Unter großem öffentlichen Druck holte Siemens-Chef Joe Kaeser zu einem Gegenschlag aus, der wie von einer PR-Firma geschrieben aussieht: Es ist ein Angebot an Luise Neubauer, die bekannteste Fridays for Future-Aktivistin. Sie soll einen Sitz Aufsichtsrat einer (erst 2020 zu schaffenden) neuen Gesellschaft von Siemens bekommen. Luise Neubauer fiel auf den PR-Trick von Kaeser aber nicht herein.

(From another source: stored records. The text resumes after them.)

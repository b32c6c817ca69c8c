//! Any bytes as `readings.csv` (with a valid plate and sensors): an input error or readings
//! within the plausible range.
#![no_main]
use edgetherm_fuzz::*;
use libfuzzer_sys::fuzz_target;

fuzz_target!(|data: &[u8]| {
    let dir = scratch();
    write_case(&dir, PLATE.as_bytes(), SENSORS.as_bytes(), data);
    let _ = load_and_check(&dir);
});
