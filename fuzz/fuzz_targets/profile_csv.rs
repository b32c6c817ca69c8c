//! Any bytes as a fixed-edge profile file named by the plate: an input error or a case.
#![no_main]
use edgetherm_fuzz::*;
use libfuzzer_sys::fuzz_target;

fuzz_target!(|data: &[u8]| {
    let dir = scratch();
    let plate = PLATE.replace(TOP_LINE, "profile = \"top.csv\"");
    write_case(
        &dir,
        plate.as_bytes(),
        SENSORS.as_bytes(),
        READINGS.as_bytes(),
    );
    std::fs::write(dir.join("top.csv"), data).unwrap();
    let _ = load_and_check(&dir);
});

Ihr Gegenvorschlag ist grundvernünftig: Er solle doch jemanden von den kompetenten WissenschafterInnen von „Scientists for Future“ nehmen.

Abseits der medialen Aufregung entsteht hier jedoch eine breitere Debatte um die Verankerung von ökologischen Zielen in Unternehmen, die Joe Kaeser (unabsichtlich?) eröffnet hat.

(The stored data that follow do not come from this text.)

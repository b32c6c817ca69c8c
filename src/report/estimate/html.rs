//! `report.html`: one self-contained page (inline CSS, both plots inlined as SVG, no
//! external resources, no scripts) to attach to a test record: the case, the hottest point,
//! the limit verdict, the fit, resolution and heat flow per edge, the sensor table with
//! flagged rows highlighted, and the cautions. Every piece of text from the inputs is
//! escaped.

use super::summary::{SAFETY_CAUTION, cautions, doubt_message, edge_maximum, flagged, percent};
use super::tables::mean_half_width;
use crate::estimate::EstimateResult;
use crate::geometry::{Edge, EdgeCondition, Shape};
use crate::report::format::{
    CaseUnits, edge_coordinate, escape_html as esc, fixed, significant_text,
};
use std::fmt::Write as _;

const CSS: &str = "
:root { color-scheme: light; }
body { font-family: system-ui, -apple-system, 'Segoe UI', Roboto, 'Helvetica Neue', Arial,
  sans-serif; color: #1a1a1a; background: #fff; margin: 0 auto; max-width: 1000px;
  padding: 24px 28px 48px; line-height: 1.45; }
h1 { font-size: 1.7rem; margin: 0 0 4px; }
h2 { font-size: 1.2rem; margin: 28px 0 8px; border-bottom: 1px solid #ccc; padding-bottom: 3px; }
.meta { color: #555; margin: 0 0 16px; }
.safety { border: 3px solid #1a1a1a; background: #fff6d6; padding: 12px 16px; margin: 16px 0;
  font-size: 1.05rem; }
.cautions { border-left: 6px solid #9b111e; background: #fbeeee; padding: 8px 16px; margin: 12px 0; }
.cautions ul { margin: 4px 0; padding-left: 20px; }
.cards { display: flex; flex-wrap: wrap; gap: 14px; margin: 12px 0; }
.card { flex: 1 1 280px; border: 1px solid #bbb; border-radius: 6px; padding: 10px 14px; }
.card h3 { margin: 0 0 6px; font-size: 1rem; color: #444; }
.big { font-size: 1.6rem; font-weight: 700; margin: 0; }
.alarm { border: 3px solid #9b111e; background: #fbeeee; }
.alarm .big { color: #9b111e; }
figure { margin: 12px 0; }
figure svg { max-width: 100%; height: auto; display: block; border: 1px solid #ddd; }
figcaption { color: #555; font-size: 0.9rem; }
table { border-collapse: collapse; width: 100%; font-size: 0.92rem; margin: 6px 0; }
th, td { border: 1px solid #ccc; padding: 3px 7px; text-align: right; }
td { white-space: nowrap; }
th { background: #eee; }
td.text, th.text { text-align: left; white-space: normal; }
table.kv { width: auto; min-width: 50%; }
tr.flagged td { background: #fde3dc; font-weight: 700; }
tr.flagged td:first-child { border-left: 5px solid #1a1a1a; }
tr.doubtful td { background: #fff4d6; }
tr.doubtful td:first-child { border-left: 5px dashed #1a1a1a; }
dl.case { display: grid; grid-template-columns: max-content 1fr; gap: 3px 16px; }
dl.case dt { font-weight: 600; }
dl.case dd { margin: 0; }
footer { margin-top: 32px; color: #555; font-size: 0.88rem; }
@media print {
  body { padding: 0; max-width: none; }
  figure, table, .card, .safety { break-inside: avoid; }
}
";

/// Write a table row of cells; the cells whose index is in `text_cols` are left-aligned
/// text, the others numbers.
fn row(out: &mut String, cells: &[String], text_cols: &[usize], header: bool, class: Option<&str>) {
    let tag = if header { "th" } else { "td" };
    match class {
        Some(c) => {
            let _ = write!(out, "<tr class=\"{c}\">");
        }
        None => out.push_str("<tr>"),
    }
    for (k, c) in cells.iter().enumerate() {
        let cls = if text_cols.contains(&k) {
            " class=\"text\""
        } else {
            ""
        };
        let _ = write!(out, "<{tag}{cls}>{c}</{tag}>");
    }
    out.push_str("</tr>\n");
}

/// The page, with the two SVG pictures inlined: one section after another, each written by
/// the step named after it.
pub(crate) fn report_html(r: &EstimateResult, profile_svg: &str, field_svg: &str) -> String {
    let mut o = String::new();
    head_html(&mut o, r);
    cautions_html(&mut o, r);
    cards_html(&mut o, r);
    figures_html(&mut o, r, profile_svg, field_svg);
    fit_table_html(&mut o, r);
    edges_table_html(&mut o, r);
    sensors_table_html(&mut o, r);
    case_html(&mut o, r);
    o.push_str(
        "<footer>Files beside this page: <code>profile.csv</code>, <code>field.csv</code>, \
         <code>sensors.csv</code>, <code>summary.json</code>, <code>profile.svg</code>, \
         <code>field.svg</code>. Temperatures are in the case's units; positions along an edge \
         are measured from its lower coordinate.</footer>\n</body>\n</html>\n",
    );
    o
}

/// The fit's p-value for a reader.
fn p_value_text(r: &EstimateResult) -> String {
    r.fit
        .p_value
        .map_or_else(|| "not available".to_string(), |p| significant_text(p, 2))
}

/// The document head (title, inline style) and the page heading with the run's settings.
fn head_html(o: &mut String, r: &EstimateResult) {
    let u = CaseUnits::new(r.units);
    let h = &r.hottest;
    let conf = percent(r.confidence);
    let _ = write!(
        o,
        "<!DOCTYPE html>\n<html lang=\"en\">\n<head>\n<meta charset=\"utf-8\"/>\n\
         <meta name=\"viewport\" content=\"width=device-width, initial-scale=1\"/>\n\
         <title>edgetherm estimate: hottest {} on the {} edge</title>\n<style>{CSS}</style>\n\
         </head>\n<body>\n",
        esc(&u.temp_show(h.temperature)),
        h.edge
    );
    let _ = writeln!(o, "<h1>Hidden edge temperature: estimate</h1>");
    let _ = writeln!(
        o,
        "<p class=\"meta\">edgetherm {} &middot; {conf} intervals &middot; {} {} bootstrap \
         replicates &middot; seed {}</p>",
        esc(env!("CARGO_PKG_VERSION")),
        r.replicates,
        esc(r.bootstrap_mode.name()),
        r.seed
    );
}

/// The cautions, first: the safety caution always, then the result's own.
fn cautions_html(o: &mut String, r: &EstimateResult) {
    let _ = writeln!(
        o,
        "<div class=\"safety\" role=\"note\"><strong>Caution.</strong> {}</div>",
        esc(SAFETY_CAUTION)
    );
    let others: Vec<String> = cautions(r)
        .into_iter()
        .filter(|c| c != SAFETY_CAUTION)
        .collect();
    if !others.is_empty() {
        o.push_str("<div class=\"cautions\"><strong>Cautions for this result</strong>\n<ul>\n");
        for c in &others {
            let _ = writeln!(o, "<li>{}</li>", esc(c));
        }
        o.push_str("</ul></div>\n");
    }
}

/// The key results as cards: the hottest point, the limit verdict, the fit.
fn cards_html(o: &mut String, r: &EstimateResult) {
    let u = CaseUnits::new(r.units);
    let h = &r.hottest;
    let conf = percent(r.confidence);
    o.push_str("<div class=\"cards\">\n");
    let _ = writeln!(
        o,
        "<div class=\"card\"><h3>Hottest point</h3><p class=\"big\">{}</p>\
         <p>{conf} interval {} to {}</p><p>on the {} edge at {} = {}<br/>{conf} interval {} to \
         {}</p></div>",
        esc(&u.temp_show(h.temperature)),
        esc(&u.temp_num(h.temperature_interval[0])),
        esc(&u.temp_show(h.temperature_interval[1])),
        h.edge,
        edge_coordinate(h.edge),
        esc(&u.pos_show(r.plate.shape(), h.edge, h.position)),
        esc(&u.pos_num(r.plate.shape(), h.edge, h.position_interval[0])),
        esc(&u.pos_show(r.plate.shape(), h.edge, h.position_interval[1])),
    );
    match &r.exceedance {
        Some(x) => {
            let (class, verdict) = if x.alarm {
                (" alarm", "ALARM")
            } else {
                ("", "No alarm")
            };
            let _ = writeln!(
                o,
                "<div class=\"card{class}\"><h3>Limit {}</h3><p class=\"big\">{verdict}</p>\
                 <p>Probability that the edge exceeds the limit somewhere: {}<br/>alarm when \
                 above {}</p></div>",
                esc(&u.temp_show(x.limit)),
                fixed(x.probability, 3),
                fixed(x.alarm_probability, 3)
            );
        }
        None => {
            o.push_str(
                "<div class=\"card\"><h3>Limit</h3><p>No limit was given (use \
                 <code>--limit</code> for an exceedance probability).</p></div>\n",
            );
        }
    }
    let p = p_value_text(r);
    let _ = writeln!(
        o,
        "<div class=\"card\"><h3>Fit</h3><p><strong>{}</strong></p><p>chi-square {} on {} \
         degrees of freedom, p = {}</p><p>strength {} by {}, {} effective parameters</p></div>",
        esc(fit_verdict(r)),
        fixed(r.fit.chi_square, 2),
        fixed(r.fit.dof, 1),
        esc(&p),
        esc(&significant_text(r.strength.value, 3)),
        esc(r.strength.method.name()),
        fixed(r.strength.effective_parameters, 1)
    );
    o.push_str("</div>\n");
}
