//! Any bytes as `sensors.csv` (with a valid plate; readings left out): an input error or a
//! case.
#![no_main]
use edgetherm_fuzz::*;
use libfuzzer_sys::fuzz_target;

fuzz_target!(|data: &[u8]| {
    let dir = scratch();
    write_case(&dir, PLATE.as_bytes(), data, b"sensor,temperature\n");
    let _ = std::fs::remove_file(dir.join("readings.csv"));
    if let Err(e) = edgetherm::io::load_case(&edgetherm::case::CaseFiles::in_dir(&dir)) {
        input_error(&e);
    }
});
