// ---- strict bounds ------------------------------------------------------------------------

/// The cold plate with invented strict bounds under 1 °C/mm (envelopes 4 K either side of the
/// estimate) and a gradient study; `empty` makes the stated limit ruled out instead.
fn with_bounds(empty: bool) -> EstimateResult {
    use edgetherm::bounds::{BoundsOutcome, BoundsResult, EdgeBounds, GradientRow, GradientStudy};
    let mut r = cold_plate();
    let e = &r.edges[0];
    let outcome = if empty {
        BoundsOutcome::Empty
    } else {
        BoundsOutcome::Bounded {
            hottest_k: [C0 + 40.0, C0 + 52.5],
            edges: vec![EdgeBounds {
                edge: Edge::Bottom,
                positions_m: e.positions.clone(),
                lower_k: e.estimate.iter().map(|t| t - 4.0).collect(),
                upper_k: e.estimate.iter().map(|t| t + 4.0).collect(),
            }],
            programs: 100,
        }
    };
    r.bounds = Some(BoundsResult {
        confidence: 0.95,
        chi_square_radius: 18.307,
        approximate: false,
        node_spacing_m: vec![(Edge::Bottom, 0.00075)],
        stated: Some((1000.0, outcome)),
        temperature_limits_k: (None, None),
        study: GradientStudy {
            min_gradient_k_per_m: Some(325.0),
            rows: vec![
                GradientRow {
                    gradient_k_per_m: 500.0,
                    hottest_upper_k: Some(C0 + 46.3),
                },
                GradientRow {
                    gradient_k_per_m: 1000.0,
                    hottest_upper_k: Some(C0 + 52.5),
                },
            ],
        },
        failure: None,
    });
    r
}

Zuerst zeigt sich in der Schwierigkeit, die Siemens damit hat den Auftrag einfach abzulehnen, dass im Zweifel Profit vor Klima kommt. Sobald Aktionäre ihre Rendite einfordern, kehren CEOs jegliches ökologische Bekenntnis in der Praxis ganz schnell unter den Tisch. Der Auftrag von Siemens hat Medienberichten zufolge lediglich ein Volumen von 20 Mio. Euro; bei einem Konzernumsatz von 86,849 Mrd. Euro. Würde Siemens auf diesen Umsatz verzichten, so sind das 0,023% des Umsatzes. Umgerechnet in anderen Worten: Von 4350 Euro Umsatz müsste Siemens auf einen Euro verzichten. Der heutige Tweet von Joe Kaeser, dass der Vertrag mit der Kohlemine jedenfalls erfüllt wird, aber dafür ein Nachhaltigkeits-Board eingerichtet wird, erinnert ein bisschen an die „Corporate Social Responsibility“-Officers in Unternehmen, die zumeist ebenfalls sehr wenig bis gar nichts bewirken.

Staatliche Eingriffe nötig

Wenn es Unternehmen aber aufgrund ihrer Struktur und aufgrund des Aktienrechts nicht von selbst schaffen, ökologisches Wirtschaften in ihrer Tätigkeit zu berücksichtigen, wie kann die staatliche Wirtschaftspolitik sie dabei konsequent unterstützen? Man sollte beginnen, in diese Richtung nachzudenken.

Jedenfalls braucht es eher konkrete gesetzliche Regelungen als Selbst-Regulierung. Eine Überlegung wäre, ökologische Stimmen im Unternehmen sowohl rechtlich als auch mit praktischem Einfluss auf das Unternehmen im Aktienrecht zu verankern.

Vorbilder dafür gibt es genug: Ein Beispiel ist die Mitbestimmung der ArbeitnehmerInnen. Betriebsräte im Unternehmen und ArbeitnehmerInnen-Vertreter im Aufsichtsrat mit Stimmrecht. Ein anderes Beispiel sind die in jeder Bank existierenden Staatskommissäre, die zu allen Sitzungen (Haupt- und Generalversammlung, Aufsichtsrat, Prüfungsausschaus) einzuladen sind und „allfällige Gefährdungstatbestände eines Institutes zeitnah aufzeigen und allenfalls einen Einspruch gegen Beschlüsse des Aufsichtsrates oder seiner Ausschüsse, sofern diese gegen Aufsichtsrecht verstoßen, erheben“.

Kennzahlen und Klimaräte

Eine von Umweltbehörden in Aufsichtsrat oder gar Vorstand in Aktiengesellschaften und große GmbHs entsandte VertreterIn der Umwelt bzw. des Weltklimas, z.B. von Scientists4Future, könnte eine reizvolle Idee sein. Andere Vorschläge gehen in die Richtung, dass die Vorstandsvergütung nicht nur auf kurzfristige Finanzkennzahlen aufbaut, sondern ökologische Kriterien aufweisen muss. Die Politik könnte kann weiters dazu beitragen, indem sie Klimaklagen und einen Rechtsanspruch auf Klimaschutz ermöglicht.

Dass freiwillige Absichtserklärungen von einzelnen Unternehmen nichts bringen, zeigt das Beispiel der Kohlemine auch sehr gut. Als europäische Banken sich unter öffentlichem Druck als Kreditfinanziers der Bergbaugesellschaft zurückgezogen haben, sprangen teilweise asiatische Banken ein. Als Konkurrenten den Signaltechnik-Auftrag abgelehnt haben, übernahm ihn Siemens. Ohne rechtliche Maßnahmen wird es nicht gehen. Die Gesellschaft sollte dringend in diese Richtung weiterdenken. Joe Kaeser sei Dank.